Output the data as it stands. Each line must match exactly.

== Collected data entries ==
● ● ● ● ● ● ●
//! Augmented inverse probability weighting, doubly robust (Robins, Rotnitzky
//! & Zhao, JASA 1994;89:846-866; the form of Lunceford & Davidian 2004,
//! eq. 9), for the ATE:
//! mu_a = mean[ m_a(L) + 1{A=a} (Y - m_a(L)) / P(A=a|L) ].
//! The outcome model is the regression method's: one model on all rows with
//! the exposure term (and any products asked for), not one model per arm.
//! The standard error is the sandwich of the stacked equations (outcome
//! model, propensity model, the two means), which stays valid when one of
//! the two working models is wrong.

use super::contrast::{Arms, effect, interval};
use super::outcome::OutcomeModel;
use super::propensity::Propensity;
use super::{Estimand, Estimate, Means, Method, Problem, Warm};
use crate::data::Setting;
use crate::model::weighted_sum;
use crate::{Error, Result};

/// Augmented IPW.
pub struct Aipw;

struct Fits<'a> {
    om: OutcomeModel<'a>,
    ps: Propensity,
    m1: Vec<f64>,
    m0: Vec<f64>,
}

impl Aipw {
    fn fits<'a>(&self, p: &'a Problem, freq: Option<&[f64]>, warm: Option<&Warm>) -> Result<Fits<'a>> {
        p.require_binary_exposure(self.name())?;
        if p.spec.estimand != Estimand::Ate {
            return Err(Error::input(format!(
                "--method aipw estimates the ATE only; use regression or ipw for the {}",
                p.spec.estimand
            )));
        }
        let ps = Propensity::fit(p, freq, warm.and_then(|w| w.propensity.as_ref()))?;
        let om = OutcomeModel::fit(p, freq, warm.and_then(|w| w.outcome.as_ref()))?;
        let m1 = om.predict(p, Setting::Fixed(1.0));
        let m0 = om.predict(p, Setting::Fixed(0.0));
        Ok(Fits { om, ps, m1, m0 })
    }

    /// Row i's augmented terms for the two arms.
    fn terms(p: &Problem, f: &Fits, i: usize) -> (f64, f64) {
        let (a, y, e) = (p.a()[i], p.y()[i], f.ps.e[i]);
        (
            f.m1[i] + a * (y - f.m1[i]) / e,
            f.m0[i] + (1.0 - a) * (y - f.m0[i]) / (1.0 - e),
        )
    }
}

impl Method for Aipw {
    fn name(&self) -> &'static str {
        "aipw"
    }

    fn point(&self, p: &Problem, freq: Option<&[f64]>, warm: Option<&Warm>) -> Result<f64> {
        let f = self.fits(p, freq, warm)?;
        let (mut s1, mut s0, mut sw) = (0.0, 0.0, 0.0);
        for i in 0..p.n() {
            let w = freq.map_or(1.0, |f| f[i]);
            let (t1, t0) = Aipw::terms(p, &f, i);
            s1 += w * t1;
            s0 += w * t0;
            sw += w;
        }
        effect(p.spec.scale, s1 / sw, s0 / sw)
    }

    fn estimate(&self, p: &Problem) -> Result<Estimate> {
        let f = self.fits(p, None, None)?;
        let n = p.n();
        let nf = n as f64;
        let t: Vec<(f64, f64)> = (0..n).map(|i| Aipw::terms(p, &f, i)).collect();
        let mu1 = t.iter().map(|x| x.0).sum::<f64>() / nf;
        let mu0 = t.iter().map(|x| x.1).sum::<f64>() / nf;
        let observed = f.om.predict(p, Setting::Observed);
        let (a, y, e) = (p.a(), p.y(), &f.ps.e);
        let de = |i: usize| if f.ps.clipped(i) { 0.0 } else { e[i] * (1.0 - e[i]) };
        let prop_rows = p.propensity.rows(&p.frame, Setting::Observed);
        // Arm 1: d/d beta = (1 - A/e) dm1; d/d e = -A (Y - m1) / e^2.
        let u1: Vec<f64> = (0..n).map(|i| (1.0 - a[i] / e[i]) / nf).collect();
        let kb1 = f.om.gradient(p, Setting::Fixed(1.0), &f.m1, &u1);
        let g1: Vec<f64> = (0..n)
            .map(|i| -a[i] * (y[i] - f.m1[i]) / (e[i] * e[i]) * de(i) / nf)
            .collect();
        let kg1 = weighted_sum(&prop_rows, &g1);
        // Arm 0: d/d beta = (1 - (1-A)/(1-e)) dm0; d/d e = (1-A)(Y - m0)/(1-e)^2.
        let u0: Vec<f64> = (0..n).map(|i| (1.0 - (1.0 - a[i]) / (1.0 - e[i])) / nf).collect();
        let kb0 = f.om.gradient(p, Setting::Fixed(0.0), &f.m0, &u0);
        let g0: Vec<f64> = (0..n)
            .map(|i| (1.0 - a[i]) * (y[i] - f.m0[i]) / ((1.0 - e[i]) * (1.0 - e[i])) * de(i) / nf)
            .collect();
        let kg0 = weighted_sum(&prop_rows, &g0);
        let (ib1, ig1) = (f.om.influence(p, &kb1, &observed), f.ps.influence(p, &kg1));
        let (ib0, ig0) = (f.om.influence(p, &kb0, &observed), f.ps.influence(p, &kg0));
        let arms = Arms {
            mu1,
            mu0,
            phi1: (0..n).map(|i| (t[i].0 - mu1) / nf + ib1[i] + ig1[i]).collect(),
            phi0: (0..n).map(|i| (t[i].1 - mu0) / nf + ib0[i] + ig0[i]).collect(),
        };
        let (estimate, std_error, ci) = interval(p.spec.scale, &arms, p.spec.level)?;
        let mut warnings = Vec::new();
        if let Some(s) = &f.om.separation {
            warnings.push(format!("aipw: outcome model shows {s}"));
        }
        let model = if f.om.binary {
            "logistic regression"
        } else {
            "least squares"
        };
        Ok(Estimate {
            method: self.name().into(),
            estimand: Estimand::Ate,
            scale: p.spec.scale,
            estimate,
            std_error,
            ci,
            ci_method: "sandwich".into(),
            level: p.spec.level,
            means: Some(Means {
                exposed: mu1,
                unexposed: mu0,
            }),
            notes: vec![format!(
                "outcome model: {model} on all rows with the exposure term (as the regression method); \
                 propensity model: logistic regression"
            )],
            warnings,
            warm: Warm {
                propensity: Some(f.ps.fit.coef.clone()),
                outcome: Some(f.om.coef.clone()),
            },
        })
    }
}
● ● ● ● ● ● ●
== RESPONSE TO THE EXERCISE ==
//! Augmented inverse probability weighting, doubly robust (Robins, Rotnitzky
//! & Zhao, JASA 1994;89:846-866; the form of Lunceford & Davidian 2004,
//! eq. 9), for the ATE:
//! mu_a = mean[ m_a(L) + 1{A=a} (Y - m_a(L)) / P(A=a|L) ].
//! The outcome model is the regression method's: one model on all rows with
//! the exposure term (and any products asked for), not one model per arm.
//! The standard error is the sandwich of the stacked equations (outcome
//! model, propensity model, the two means), which stays valid when one of
//! the two working models is wrong.

use super::contrast::{Arms, effect, interval};
use super::outcome::OutcomeModel;
use super::propensity::Propensity;
use super::{Estimand, Estimate, Means, Method, Problem, Warm};
use crate::data::Setting;
use crate::model::weighted_sum;
use crate::{Error, Result};

/// Augmented IPW.
pub struct Aipw;

struct Fits<'a> {
    om: OutcomeModel<'a>,
    ps: Propensity,
    m1: Vec<f64>,
    m0: Vec<f64>,
}

impl Aipw {
    fn fits<'a>(&self, p: &'a Problem, freq: Option<&[f64]>, warm: Option<&Warm>) -> Result<Fits<'a>> {
        p.require_binary_exposure(self.name())?;
        if p.spec.estimand != Estimand::Ate {
            return Err(Error::input(format!(
                "--method aipw estimates the ATE only; use regression or ipw for the {}",
                p.spec.estimand
            )));
        }
        let ps = Propensity::fit(p, freq, warm.and_then(|w| w.propensity.as_ref()))?;
        let om = OutcomeModel::fit(p, freq, warm.and_then(|w| w.outcome.as_ref()))?;
        let m1 = om.predict(p, Setting::Fixed(1.0));
        let m0 = om.predict(p, Setting::Fixed(0.0));
        Ok(Fits { om, ps, m1, m0 })
    }

    /// Row i's augmented terms for the two arms.
    fn terms(p: &Problem, f: &Fits, i: usize) -> (f64, f64) {
        let (a, y, e) = (p.a()[i], p.y()[i], f.ps.e[i]);
        (
            f.m1[i] + a * (y - f.m1[i]) / e,
            f.m0[i] + (1.0 - a) * (y - f.m0[i]) / (1.0 - e),
        )
    }
}

impl Method for Aipw {
    fn name(&self) -> &'static str {
        "aipw"
    }

    fn point(&self, p: &Problem, freq: Option<&[f64]>, warm: Option<&Warm>) -> Result<f64> {
        let f = self.fits(p, freq, warm)?;
        let (mut s1, mut s0, mut sw) = (0.0, 0.0, 0.0);
        for i in 0..p.n() {
            let w = freq.map_or(1.0, |f| f[i]);
            let (t1, t0) = Aipw::terms(p, &f, i);
            s1 += w * t1;
            s0 += w * t0;
            sw += w;
        }
        effect(p.spec.scale, s1 / sw, s0 / sw)
    }

    fn estimate(&self, p: &Problem) -> Result<Estimate> {
        let f = self.fits(p, None, None)?;
        let n = p.n();
        let nf = n as f64;
        let t: Vec<(f64, f64)> = (0..n).map(|i| Aipw::terms(p, &f, i)).collect();
        let mu1 = t.iter().map(|x| x.0).sum::<f64>() / nf;
        let mu0 = t.iter().map(|x| x.1).sum::<f64>() / nf;
        let observed = f.om.predict(p, Setting::Observed);
        let (a, y, e) = (p.a(), p.y(), &f.ps.e);
        let de = |i: usize| if f.ps.clipped(i) { 0.0 } else { e[i] * (1.0 - e[i]) };
        let prop_rows = p.propensity.rows(&p.frame, Setting::Observed);
        // Arm 1: d/d beta = (1 - A/e) dm1; d/d e = -A (Y - m1) / e^2.
        let u1: Vec<f64> = (0..n).map(|i| (1.0 - a[i] / e[i]) / nf).collect();
        let kb1 = f.om.gradient(p, Setting::Fixed(1.0), &f.m1, &u1);
        let g1: Vec<f64> = (0..n)
            .map(|i| -a[i] * (y[i] - f.m1[i]) / (e[i] * e[i]) * de(i) / nf)
            .collect();
        let kg1 = weighted_sum(&prop_rows, &g1);
        // Arm 0: d/d beta = (1 - (1-A)/(1-e)) dm0; d/d e = (1-A)(Y - m0)/(1-e)^2.
        let u0: Vec<f64> = (0..n).map(|i| (1.0 - (1.0 - a[i]) / (1.0 - e[i])) / nf).collect();
        let kb0 = f.om.gradient(p, Setting::Fixed(0.0), &f.m0, &u0);
        let g0: Vec<f64> = (0..n)
            .map(|i| (1.0 - a[i]) * (y[i] - f.m0[i]) / ((1.0 - e[i]) * (1.0 - e[i])) * de(i) / nf)
            .collect();
        let kg0 = weighted_sum(&prop_rows, &g0);
        let (ib1, ig1) = (f.om.influence(p, &kb1, &observed), f.ps.influence(p, &kg1));
        let (ib0, ig0) = (f.om.influence(p, &kb0, &observed), f.ps.influence(p, &kg0));
        let arms = Arms {
            mu1,
            mu0,
            phi1: (0..n).map(|i| (t[i].0 - mu1) / nf + ib1[i] + ig1[i]).collect(),
            phi0: (0..n).map(|i| (t[i].1 - mu0) / nf + ib0[i] + ig0[i]).collect(),
        };
        let (estimate, std_error, ci) = interval(p.spec.scale, &arms, p.spec.level)?;
        let mut warnings = Vec::new();
        if let Some(s) = &f.om.separation {
            warnings.push(format!("aipw: outcome model shows {s}"));
        }
        let model = if f.om.binary {
            "logistic regression"
        } else {
            "least squares"
        };
        Ok(Estimate {
            method: self.name().into(),
            estimand: Estimand::Ate,
            scale: p.spec.scale,
            estimate,
            std_error,
            ci,
            ci_method: "sandwich".into(),
            level: p.spec.level,
            means: Some(Means {
                exposed: mu1,
                unexposed: mu0,
            }),
            notes: vec![format!(
                "outcome model: {model} on all rows with the exposure term (as the regression method); \
                 propensity model: logistic regression"
            )],
            warnings,
            warm: Warm {
                propensity: Some(f.ps.fit.coef.clone()),
                outcome: Some(f.om.coef.clone()),
            },
        })
    }
}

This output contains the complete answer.